(Data records)
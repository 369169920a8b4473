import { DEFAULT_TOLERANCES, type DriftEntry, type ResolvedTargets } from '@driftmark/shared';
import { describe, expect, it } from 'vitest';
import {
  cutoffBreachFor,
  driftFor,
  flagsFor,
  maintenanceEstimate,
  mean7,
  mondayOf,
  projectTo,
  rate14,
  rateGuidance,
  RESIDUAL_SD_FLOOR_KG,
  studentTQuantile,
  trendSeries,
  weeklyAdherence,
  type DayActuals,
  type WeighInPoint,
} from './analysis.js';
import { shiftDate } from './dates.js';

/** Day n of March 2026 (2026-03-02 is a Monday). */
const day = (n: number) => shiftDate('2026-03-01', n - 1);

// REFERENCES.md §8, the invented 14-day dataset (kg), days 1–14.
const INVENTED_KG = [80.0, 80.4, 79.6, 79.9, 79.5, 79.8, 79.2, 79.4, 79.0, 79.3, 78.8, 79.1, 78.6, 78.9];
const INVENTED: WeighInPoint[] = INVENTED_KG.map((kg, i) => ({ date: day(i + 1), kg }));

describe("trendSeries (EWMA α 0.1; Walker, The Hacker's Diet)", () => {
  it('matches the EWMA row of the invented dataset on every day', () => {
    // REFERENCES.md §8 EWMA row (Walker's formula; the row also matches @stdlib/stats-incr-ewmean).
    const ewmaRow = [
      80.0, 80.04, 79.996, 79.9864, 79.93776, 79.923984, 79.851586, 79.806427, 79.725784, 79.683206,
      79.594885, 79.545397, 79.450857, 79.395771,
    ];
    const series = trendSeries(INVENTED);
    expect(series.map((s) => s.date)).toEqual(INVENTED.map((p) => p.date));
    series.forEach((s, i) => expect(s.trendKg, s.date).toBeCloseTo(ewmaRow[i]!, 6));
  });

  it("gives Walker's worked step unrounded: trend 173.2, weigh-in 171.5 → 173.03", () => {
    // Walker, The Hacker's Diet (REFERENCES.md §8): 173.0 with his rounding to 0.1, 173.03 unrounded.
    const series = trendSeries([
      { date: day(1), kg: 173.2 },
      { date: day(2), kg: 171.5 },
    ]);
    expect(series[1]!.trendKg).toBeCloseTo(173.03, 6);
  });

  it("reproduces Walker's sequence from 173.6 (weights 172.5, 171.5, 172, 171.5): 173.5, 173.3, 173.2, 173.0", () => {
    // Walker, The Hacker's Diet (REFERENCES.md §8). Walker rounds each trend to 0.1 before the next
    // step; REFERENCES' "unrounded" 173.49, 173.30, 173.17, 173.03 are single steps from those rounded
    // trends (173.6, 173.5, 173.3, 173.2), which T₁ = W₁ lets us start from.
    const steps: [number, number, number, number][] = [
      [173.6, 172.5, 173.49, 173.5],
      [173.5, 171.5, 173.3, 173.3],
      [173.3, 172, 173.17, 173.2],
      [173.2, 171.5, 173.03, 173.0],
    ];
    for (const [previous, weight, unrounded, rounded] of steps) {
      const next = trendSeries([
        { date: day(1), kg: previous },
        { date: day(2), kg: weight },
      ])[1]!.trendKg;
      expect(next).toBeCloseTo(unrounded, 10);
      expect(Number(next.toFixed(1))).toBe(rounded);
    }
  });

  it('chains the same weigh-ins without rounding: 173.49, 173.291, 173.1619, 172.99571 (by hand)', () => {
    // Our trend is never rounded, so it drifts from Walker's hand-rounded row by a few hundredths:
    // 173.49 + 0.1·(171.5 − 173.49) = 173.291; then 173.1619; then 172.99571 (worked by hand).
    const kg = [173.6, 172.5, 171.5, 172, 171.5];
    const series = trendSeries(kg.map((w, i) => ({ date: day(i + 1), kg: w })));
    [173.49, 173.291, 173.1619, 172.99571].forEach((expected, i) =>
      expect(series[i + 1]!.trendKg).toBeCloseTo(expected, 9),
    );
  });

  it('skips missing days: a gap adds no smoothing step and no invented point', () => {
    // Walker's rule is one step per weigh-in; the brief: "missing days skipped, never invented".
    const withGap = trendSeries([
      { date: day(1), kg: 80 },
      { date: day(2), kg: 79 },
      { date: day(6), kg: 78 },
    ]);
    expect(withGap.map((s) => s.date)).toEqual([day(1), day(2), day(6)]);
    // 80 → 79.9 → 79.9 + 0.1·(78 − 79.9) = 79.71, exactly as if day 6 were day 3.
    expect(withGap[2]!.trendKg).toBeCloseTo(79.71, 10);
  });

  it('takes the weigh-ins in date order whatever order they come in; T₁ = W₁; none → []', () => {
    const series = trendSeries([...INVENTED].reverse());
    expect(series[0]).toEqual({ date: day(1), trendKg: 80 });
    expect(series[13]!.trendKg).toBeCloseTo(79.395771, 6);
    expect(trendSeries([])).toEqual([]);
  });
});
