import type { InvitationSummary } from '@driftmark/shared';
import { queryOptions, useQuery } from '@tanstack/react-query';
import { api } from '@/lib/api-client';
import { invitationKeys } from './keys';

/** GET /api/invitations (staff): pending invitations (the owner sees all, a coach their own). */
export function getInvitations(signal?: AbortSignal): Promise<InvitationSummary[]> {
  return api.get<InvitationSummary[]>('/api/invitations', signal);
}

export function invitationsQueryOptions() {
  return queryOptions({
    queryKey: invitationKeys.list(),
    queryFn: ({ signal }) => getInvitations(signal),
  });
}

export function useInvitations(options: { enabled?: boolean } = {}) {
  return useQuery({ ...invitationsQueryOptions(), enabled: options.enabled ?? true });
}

▶ _Description of the task_:
Give the entries again in full, exactly as they are written.

▶ _Task answer_:
repository 369169920a8b4473
import { DEFAULT_TOLERANCES, type DriftEntry, type ResolvedTargets } from '@driftmark/shared';
import { describe, expect, it } from 'vitest';
import {
  cutoffBreachFor,
  driftFor,
  flagsFor,
  maintenanceEstimate,
  mean7,
  mondayOf,
  projectTo,
  rate14,
  rateGuidance,
  RESIDUAL_SD_FLOOR_KG,
  studentTQuantile,
  trendSeries,
  weeklyAdherence,
  type DayActuals,
  type WeighInPoint,
} from './analysis.js';
import { shiftDate } from './dates.js';

/** Day n of March 2026 (2026-03-02 is a Monday). */
const day = (n: number) => shiftDate('2026-03-01', n - 1);

// REFERENCES.md §8, the invented 14-day dataset (kg), days 1–14.
const INVENTED_KG = [80.0, 80.4, 79.6, 79.9, 79.5, 79.8, 79.2, 79.4, 79.0, 79.3, 78.8, 79.1, 78.6, 78.9];
const INVENTED: WeighInPoint[] = INVENTED_KG.map((kg, i) => ({ date: day(i + 1), kg }));

describe("trendSeries (EWMA α 0.1; Walker, The Hacker's Diet)", () => {
  it('matches the EWMA row of the invented dataset on every day', () => {
    // REFERENCES.md §8 EWMA row (Walker's formula; the row also matches @stdlib/stats-incr-ewmean).
    const ewmaRow = [
      80.0, 80.04, 79.996, 79.9864, 79.93776, 79.923984, 79.851586, 79.806427, 79.725784, 79.683206,
      79.594885, 79.545397, 79.450857, 79.395771,
    ];
    const series = trendSeries(INVENTED);
    expect(series.map((s) => s.date)).toEqual(INVENTED.map((p) => p.date));
    series.forEach((s, i) => expect(s.trendKg, s.date).toBeCloseTo(ewmaRow[i]!, 6));
  });

  it("gives Walker's worked step unrounded: trend 173.2, weigh-in 171.5 → 173.03", () => {
    // Walker, The Hacker's Diet (REFERENCES.md §8): 173.0 with his rounding to 0.1, 173.03 unrounded.
    const series = trendSeries([
      { date: day(1), kg: 173.2 },
      { date: day(2), kg: 171.5 },
    ]);
    expect(series[1]!.trendKg).toBeCloseTo(173.03, 6);
  });

  it("reproduces Walker's sequence from 173.6 (weights 172.5, 171.5, 172, 171.5): 173.5, 173.3, 173.2, 173.0", () => {
    // Walker, The Hacker's Diet (REFERENCES.md §8). Walker rounds each trend to 0.1 before the next
    // step; REFERENCES' "unrounded" 173.49, 173.30, 173.17, 173.03 are single steps from those rounded
    // trends (173.6, 173.5, 173.3, 173.2), which T₁ = W₁ lets us start from.
    const steps: [number, number, number, number][] = [
      [173.6, 172.5, 173.49, 173.5],
      [173.5, 171.5, 173.3, 173.3],
      [173.3, 172, 173.17, 173.2],
      [173.2, 171.5, 173.03, 173.0],
    ];
    for (const [previous, weight, unrounded, rounded] of steps) {
      const next = trendSeries([
        { date: day(1), kg: previous },
        { date: day(2), kg: weight },
      ])[1]!.trendKg;
      expect(next).toBeCloseTo(unrounded, 10);
      expect(Number(next.toFixed(1))).toBe(rounded);
    }
  });

  it('chains the same weigh-ins without rounding: 173.49, 173.291, 173.1619, 172.99571 (by hand)', () => {
    // Our trend is never rounded, so it drifts from Walker's hand-rounded row by a few hundredths:
    // 173.49 + 0.1·(171.5 − 173.49) = 173.291; then 173.1619; then 172.99571 (worked by hand).
    const kg = [173.6, 172.5, 171.5, 172, 171.5];
    const series = trendSeries(kg.map((w, i) => ({ date: day(i + 1), kg: w })));
    [173.49, 173.291, 173.1619, 172.99571].forEach((expected, i) =>
      expect(series[i + 1]!.trendKg).toBeCloseTo(expected, 9),
    );
  });

  it('skips missing days: a gap adds no smoothing step and no invented point', () => {
    // Walker's rule is one step per weigh-in; the brief: "missing days skipped, never invented".
    const withGap = trendSeries([
      { date: day(1), kg: 80 },
      { date: day(2), kg: 79 },
      { date: day(6), kg: 78 },
    ]);
    expect(withGap.map((s) => s.date)).toEqual([day(1), day(2), day(6)]);
    // 80 → 79.9 → 79.9 + 0.1·(78 − 79.9) = 79.71, exactly as if day 6 were day 3.
    expect(withGap[2]!.trendKg).toBeCloseTo(79.71, 10);
  });

  it('takes the weigh-ins in date order whatever order they come in; T₁ = W₁; none → []', () => {
    const series = trendSeries([...INVENTED].reverse());
    expect(series[0]).toEqual({ date: day(1), trendKg: 80 });
    expect(series[13]!.trendKg).toBeCloseTo(79.395771, 6);
    expect(trendSeries([])).toEqual([]);
  });
});
import type { InvitationSummary } from '@driftmark/shared';
import { queryOptions, useQuery } from '@tanstack/react-query';
import { api } from '@/lib/api-client';
import { invitationKeys } from './keys';

/** GET /api/invitations (staff): pending invitations (the owner sees all, a coach their own). */
export function getInvitations(signal?: AbortSignal): Promise<InvitationSummary[]> {
  return api.get<InvitationSummary[]>('/api/invitations', signal);
}

export function invitationsQueryOptions() {
  return queryOptions({
    queryKey: invitationKeys.list(),
    queryFn: ({ signal }) => getInvitations(signal),
  });
}

export function useInvitations(options: { enabled?: boolean } = {}) {
  return useQuery({ ...invitationsQueryOptions(), enabled: options.enabled ?? true });
}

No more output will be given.